Implements the measure-valued derivative approach for gradient estimation with discrete distributions. MVD is a flexible gradient estimation technique that decomposes the derivative of a probability density into positive and negative components: ∇_θ p(x; θ) = c_θ(p^+(x; θ) - p^-(x; θ)).

Theoretical Foundation: For discrete distributions like Bernoulli, MVD enables gradient estimation without requiring differentiability assumptions. The estimator works by: 1. Sampling from the original distribution 2. Evaluating the function on both the sampled value and its complement 3. Using a signed difference to create an unbiased gradient estimate

MVD Implementation for Bernoulli: The key insight is using the "phantom estimator" approach where: - The sampled outcome determines the sign via (-1)^v - Both the actual outcome and its complement are evaluated - The difference (other - b_primal) captures the discrete gradient

Advantages: - Works with discrete distributions where REINFORCE may have issues - No differentiability requirements on the objective function - Provides unbiased gradient estimates for discrete parameters

Disadvantages: - Computationally expensive (requires multiple evaluations) - Higher variance than reparameterization when applicable - Only applies to single parameters at a time

Note

This is a "phantom estimator" that evaluates the function on auxiliary samples (the complement outcome) to construct the gradient estimate. The (-1)^v term creates the appropriate sign for the discrete difference.

sample

sample(*args)

Sample from Bernoulli distribution.

Source code in src/genjax/adev/__init__.py
def sample(self, *args):
    """Sample from Bernoulli distribution."""
    p = (args,)
    return 1 == bernoulli.sample(probs=p)

prim_jvp_estimate

prim_jvp_estimate(dual_tree: DualTree, konts: tuple[Any, ...])

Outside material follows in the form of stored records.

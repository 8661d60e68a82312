import type { Act, Role } from '@/lib/members/roles'

/** Who may: everybody without signing in, a sensor with its token (and no member), or members from this role upwards. */
export type Who = 'anybody' | 'sensor' | Role

/** One door of the program. `example` is an address that fits the route; each [parameter] is a UUID where there is none. */
export type Door = { method: string; route: string; who: Who; example?: string }

const door = (method: string, route: string, who: Who, example?: string): Door => ({ method, route, who, ...(example ? { example } : {}) })
const page = (route: string, who: Who, example?: string): Door => door('PAGE', route, who, example)

/**
 * Every page and every method of every route. The tests fail on one that is missing here, and on one that is gone.
 * Routes are written as in the build: folders without the groups, parameters in brackets.
 */
export const DOORS: readonly Door[] = [
  // Leads to the floor, which asks for a sign-in.
  page('/', 'anybody'),
  page('/sign-in', 'anybody'),
  page('/floor', 'crew'),
  page('/trees', 'crew'),
  page('/trees/[tag]', 'crew', '/trees/KW-1'),
  page('/trees/[tag]/edit', 'supervisor', '/trees/KW-1/edit'),
  page('/trees/new', 'supervisor'),
  page('/burnout', 'crew'),
  // Recipes and works.
  page('/recipes', 'crew'),
  page('/recipes/new', 'supervisor'),
  page('/recipes/[recipeId]', 'crew'),
  page('/recipes/[recipeId]/new-version', 'supervisor'),
  page('/works', 'crew'),
  page('/works/[workId]', 'crew'),
  page('/me', 'crew'),
  door('GET', '/manifest.webmanifest', 'anybody'),

  door('GET', '/api/health', 'anybody'),
  // Its own tests are in auth.test.ts.
  door('GET', '/api/auth/[...nextauth]', 'anybody', '/api/auth/providers'),
  door('POST', '/api/auth/[...nextauth]', 'anybody', '/api/auth/signout'),

  door('GET', '/api/v1/queue', 'crew'),
  door('POST', '/api/v1/dips', 'operator'),
  door('POST', '/api/v1/dips/undo', 'operator'),
  door('POST', '/api/v1/trees/[treeId]/holds', 'operator'),
  door('POST', '/api/v1/trees/[treeId]/looks', 'operator'),
  door('POST', '/api/v1/trees/[treeId]/place', 'operator'),
  door('POST', '/api/v1/baths/[bathId]/stirs', 'operator'),
  door('GET', '/api/v1/push/subscriptions', 'crew'),
  door('POST', '/api/v1/push/subscriptions', 'crew'),
  door('DELETE', '/api/v1/push/subscriptions', 'crew'),
  door('POST', '/api/v1/push/test', 'crew'),
  door('POST', '/api/v1/trees/[treeId]/watch', 'crew'),
  door('DELETE', '/api/v1/trees/[treeId]/watch', 'crew'),
  door('POST', '/api/v1/readings', 'sensor'),
  door('POST', '/api/v1/readings/typed', 'operator'),
]

/** One server action: file and exported name, the act that its first line requires, and from which role upwards that is. */
export type ActionRow = { file: string; name: string; act: Act; who: Role }

/** Every server action; its first line is `await requireMember('act')`, or `const member = await …`. */
export const ACTIONS: readonly ActionRow[] = [
  { file: 'app/(office)/trees/new/actions.ts', name: 'createTreeAction', act: 'trees', who: 'supervisor' },
  { file: 'app/(office)/trees/[tag]/edit/actions.ts', name: 'editTreeAction', act: 'trees', who: 'supervisor' },
  { file: 'app/(office)/trees/[tag]/actions.ts', name: 'holdAction', act: 'hold', who: 'operator' },
  { file: 'app/(office)/trees/[tag]/actions.ts', name: 'moveAction', act: 'move', who: 'operator' },
  { file: 'app/(office)/trees/[tag]/actions.ts', name: 'intakeAction', act: 'intake', who: 'supervisor' },
  { file: 'app/(office)/trees/[tag]/actions.ts', name: 'liftHoldAction', act: 'lift hold', who: 'supervisor' },
  { file: 'app/(office)/trees/[tag]/actions.ts', name: 'lookOverAction', act: 'look over', who: 'supervisor' },
  { file: 'app/(office)/trees/[tag]/actions.ts', name: 'scrapAction', act: 'trees', who: 'supervisor' },
  // Recipes and works.
  { file: 'app/(office)/recipes/actions.ts', name: 'createRecipeAction', act: 'recipes', who: 'supervisor' },
  { file: 'app/(office)/recipes/actions.ts', name: 'addVersionAction', act: 'recipes', who: 'supervisor' },
  { file: 'app/(office)/recipes/actions.ts', name: 'renameRecipeAction', act: 'recipes', who: 'supervisor' },
  { file: 'app/(office)/recipes/actions.ts', name: 'retireRecipeAction', act: 'recipes', who: 'supervisor' },
  { file: 'app/(office)/recipes/actions.ts', name: 'moveTreesAction', act: 'recipes', who: 'supervisor' },
  { file: 'app/(office)/works/actions.ts', name: 'editWorkAction', act: 'works', who: 'supervisor' },
  { file: 'app/(office)/works/actions.ts', name: 'addSectionAction', act: 'works', who: 'supervisor' },
  { file: 'app/(office)/works/actions.ts', name: 'renameSectionAction', act: 'works', who: 'supervisor' },
  { file: 'app/(office)/burnout/actions.ts', name: 'releaseAction', act: 'release', who: 'supervisor' },
  { file: 'app/(office)/burnout/actions.ts', name: 'withdrawReleaseAction', act: 'release', who: 'supervisor' },
]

Measure-valued derivative gradient estimation for Bernoulli.

Implements the MVD approach using phantom estimation: 1. Sample v ~ Bernoulli(p) to get the primary outcome 2. Evaluate f(v) using the dual continuation (kdual) 3. Evaluate f(¬v) using the pure continuation (kpure) as phantom estimate 4. Combine with signed difference: (-1)^v * (f(¬v) - f(v))

The (-1)^v term ensures the correct sign for the discrete gradient: - When v=1: -1 * (f(0) - f(1)) = f(1) - f(0) - When v=0: +1 * (f(1) - f(0)) = f(1) - f(0)

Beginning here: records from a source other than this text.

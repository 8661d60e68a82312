import { execFile, spawn } from 'node:child_process'
import { mkdtempSync, rmSync } from 'node:fs'
import { tmpdir } from 'node:os'
import { join } from 'node:path'
import { setTimeout as sleep } from 'node:timers/promises'
import { promisify } from 'node:util'
import { afterAll, beforeAll, beforeEach, describe, expect, it } from 'vitest'
import { curlManyReadings, curlOneReading, pythonLoop, shellLoop, TOKEN_LINE } from '@/lib/room/sending-examples'
import { seedMember, startServer, type TestServer } from '@/tests/setup/server'

const run = promisify(execFile)

let server: TestServer
let token: string
let folder: string

beforeAll(async () => {
  server = await startServer()
  folder = mkdtempSync(join(tmpdir(), 'kilnward-guide-'))
  const { buildFoundry } = await import('@/tests/factories/shell-room')
  const { issueSensorToken } = await import('@/lib/commands/issue-sensor-token')
  const foundry = await buildFoundry()
  const member = await seedMember('owner')
  ;({ token } = await issueSensorToken({ sensorId: foundry.sensorId }, { member, clock: { now: () => Date.now() } }))
})
beforeEach(async () => {
  const { Reading } = await import('@/models')
  await Reading.destroy({ where: {} })
})
afterAll(async () => {
  await server.stop()
  rmSync(folder, { recursive: true, force: true })
})

const readings = async () => {
  const { Reading } = await import('@/models')
  return (await Reading.findAll({ order: ['measuredAt'] })).map(({ airTempC, measuredAt }) => ({ airTempC, age: Date.now() - measuredAt }))
}
const withToken = (code: string) => code.replaceAll('kw_…', token)
const shell = async (code: string) => (await run('sh', ['-c', withToken(code)], { cwd: folder })).stdout

/** Starts an example that never ends, and stops it when it has written an answer. */
function untilAnswer(command: string, args: string[]): Promise<string> {
  return new Promise((resolve, reject) => {
    const child = spawn(command, args, { cwd: folder, detached: true })
    let text = ''
    let isAnswered = false
    const end = () => {
      if (child.pid) process.kill(-child.pid, 'SIGKILL')
    }
    const timer = setTimeout(() => {
      end()
      reject(new Error(`No answer: ${text}`))
    }, 30_000)
    child.on('error', reject)
    for (const stream of [child.stdout, child.stderr]) {
      stream.on('data', (chunk: Buffer) => {
        text += chunk.toString()
        if (isAnswered || !/accepted|not sent|curl:/.test(text)) return
        isAnswered = true
        clearTimeout(timer)
        // The shell empties its file after the answer.
        setTimeout(() => {
          end()
          resolve(text)
        }, 500)
      })
    }
  })
}

describe('the examples of the guide, as they stand there', () => {
  it('one reading', async () => {
    expect(JSON.parse(await shell(`${TOKEN_LINE}\n${curlOneReading(server.baseUrl)}`))).toMatchObject({
      accepted: 1,
      repeated: 0,
      rejected: [],
    })
    const [reading] = await readings()
    expect(reading?.airTempC).toBe(21.4)
    expect(Math.abs(reading?.age ?? 1e9)).toBeLessThan(60_000)
  })

  it('three readings', async () => {
    expect(JSON.parse(await shell(`${TOKEN_LINE}\n${curlManyReadings(server.baseUrl)}`))).toMatchObject({
      accepted: 3,
      repeated: 0,
      rejected: [],
    })
    expect((await readings()).map(({ airTempC }) => airTempC)).toEqual([21.2, 21.3, 21.4])
  })

  // Port 9 answers nobody.
  const away = (code: string) => code.replaceAll(server.baseUrl, 'http://127.0.0.1:9')

  it('the loop in the shell keeps what it could not send, and sends it with the next reading', async () => {
    const code = withToken(shellLoop(server.baseUrl))
    expect(await untilAnswer('sh', ['-c', away(code)])).toContain('curl:')
    expect(await readings()).toEqual([])
    // Its clock counts whole seconds, and two readings of one second are one.
    await sleep(1100)
    expect(await untilAnswer('sh', ['-c', code])).toContain('"accepted":2')
    expect(await readings()).toHaveLength(2)
  })

  it('the loop in Python says that it could not send, and sends when it can', async () => {
    const code = withToken(pythonLoop(server.baseUrl))
    expect(await untilAnswer('python3', ['-u', '-c', away(code)])).toContain('not sent:')
    expect(await untilAnswer('python3', ['-u', '-c', code])).toContain("'accepted': 1")
    expect(await readings()).toHaveLength(1)
  })
})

This creates an unbiased estimator of ∇_p E[f(X)] for X ~ Bernoulli(p).

Source code in src/genjax/adev/__init__.py
def prim_jvp_estimate(
    self,
    dual_tree: DualTree,
    konts: tuple[Any, ...],
):
    """Measure-valued derivative gradient estimation for Bernoulli.

    Implements the MVD approach using phantom estimation:
    1. Sample v ~ Bernoulli(p) to get the primary outcome
    2. Evaluate f(v) using the dual continuation (kdual)
    3. Evaluate f(¬v) using the pure continuation (kpure) as phantom estimate
    4. Combine with signed difference: (-1)^v * (f(¬v) - f(v))

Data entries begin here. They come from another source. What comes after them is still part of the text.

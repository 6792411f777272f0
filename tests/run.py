"""Every check of the project: lint, format, types and tests, on each Python the 3D suite is released for.

    python3 tests/run.py                  all of it
    python3 tests/run.py --quick          without the slow tests
    python3 tests/run.py --this-python    on one Python only, the running one if it serves

Needs Python and pip, nothing else; the first run installs the rest into .venv beside pyproject.toml.
"""

from __future__ import annotations

import argparse
import subprocess
import sys
import time
from collections.abc import Iterator
from dataclasses import dataclass
from pathlib import Path

ROOT = Path(__file__).resolve().parent.parent
sys.path.insert(0, str(ROOT / "demo_scenes"))

import environment  # noqa: E402

# What depends on the Python and on its host; the figures of the published cases do not.
ON_EVERY_PYTHON = ["tests/unit", "tests/host"]
NO_TESTS = 5  # pytest's exit code when a selection holds none


@dataclass(frozen=True)
class Check:
    name: str
    command: list[str]
    fine: tuple[int, ...] = (0,)


def main() -> int:
    parser = argparse.ArgumentParser(description=__doc__.splitlines()[0])
    parser.add_argument("--quick", action="store_true", help="leave the slow tests out")
    parser.add_argument("--this-python", action="store_true", help="do not test on a second Python")
    options = parser.parse_args()
    first = environment.chosen_interpreter()
    others = [] if options.this_python else [item for item in environment.interpreters().items() if item != first]
    outcomes = [run(check) for check in code_checks(environment.ready(*first))]
    outcomes += [run(check) for check in test_checks(*first, options.quick, [])]
    for other in others:
        outcomes += [run(check) for check in test_checks(*other, options.quick, ON_EVERY_PYTHON)]
    return report(outcomes, missing=[v for v in environment.VERSIONS if v not in dict([first, *others])])


def code_checks(python: Path) -> Iterator[Check]:
    yield Check("lint", [str(python), "-m", "ruff", "check", "."])
    yield Check("format", [str(python), "-m", "ruff", "format", "--check", "."])
    yield Check("types", [str(python), "-m", "mypy"])


def test_checks(version: str, interpreter: str, quick: bool, folders: list[str]) -> Iterator[Check]:
    """The tests in ``folders``, or all of them when none is named."""
    python = environment.ready(version, interpreter)
    if trouble := environment.host_trouble(python):
        print(trouble, file=sys.stderr)
    # Without the host its tests are skipped, which must not pass for a success.
    yield Check(f"host, Python {version}", [str(python), "-c", "import bpy; print(bpy.app.version_string)"])
    pytest = [str(python), "-m", "pytest", *folders]
    yield Check(f"tests, Python {version}", [*pytest, "-m", "not slow"])
    if not quick:
        yield Check(f"slow tests, Python {version}", [*pytest, "-m", "slow"], fine=(0, NO_TESTS))


def run(check: Check) -> tuple[str, bool, float]:
    """Run one check, its output going to the terminal; name, whether it passed, seconds."""
    print(f"\n== {check.name}", flush=True)
    start = time.perf_counter()
    code = subprocess.run(check.command, cwd=ROOT, stdin=subprocess.DEVNULL).returncode
    return check.name, code in check.fine, time.perf_counter() - start


def report(outcomes: list[tuple[str, bool, float]], missing: list[str]) -> int:
    """Print what came of each check; the exit code."""
    print()
    for name, passed, seconds in outcomes:
        print(f"{'passed' if passed else 'FAILED':8}{name:28}{seconds:7.1f} s")
    for version in missing:
        print(f"{'-':8}Python {version} was not tested")
    failed = sum(not passed for _, passed, _ in outcomes)
    print(f"checks: {len(outcomes) - failed} passed, {failed} failed")
    return 1 if failed else 0


if __name__ == "__main__":
    sys.exit(main())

    The (-1)^v term ensures the correct sign for the discrete gradient:
    - When v=1: -1 * (f(0) - f(1)) = f(1) - f(0)
    - When v=0: +1 * (f(1) - f(0)) = f(1) - f(0)

    This creates an unbiased estimator of ∇_p E[f(X)] for X ~ Bernoulli(p).
    """
    (kpure, kdual) = konts
    (p_primal,) = Dual.tree_primal(dual_tree)
    (p_tangent,) = Dual.tree_tangent(dual_tree)  # Fix: was tree_primal

    # Sample from Bernoulli(p)
    v = bernoulli.sample(probs=p_primal)
    b = v == 1

    # Evaluate f(v) using dual continuation
    # For discrete values, use float0 tangent type as required by JAX
    b_tangent_zero = (
        jnp.zeros(b.shape, dtype=jax.dtypes.float0)
        if b.dtype in (jnp.bool_, jnp.int32, jnp.int64)
        else jnp.zeros_like(b)
    )
    b_dual = kdual(Dual(b, b_tangent_zero))
    (b_primal,), (b_tangent,) = Dual.tree_unzip(b_dual)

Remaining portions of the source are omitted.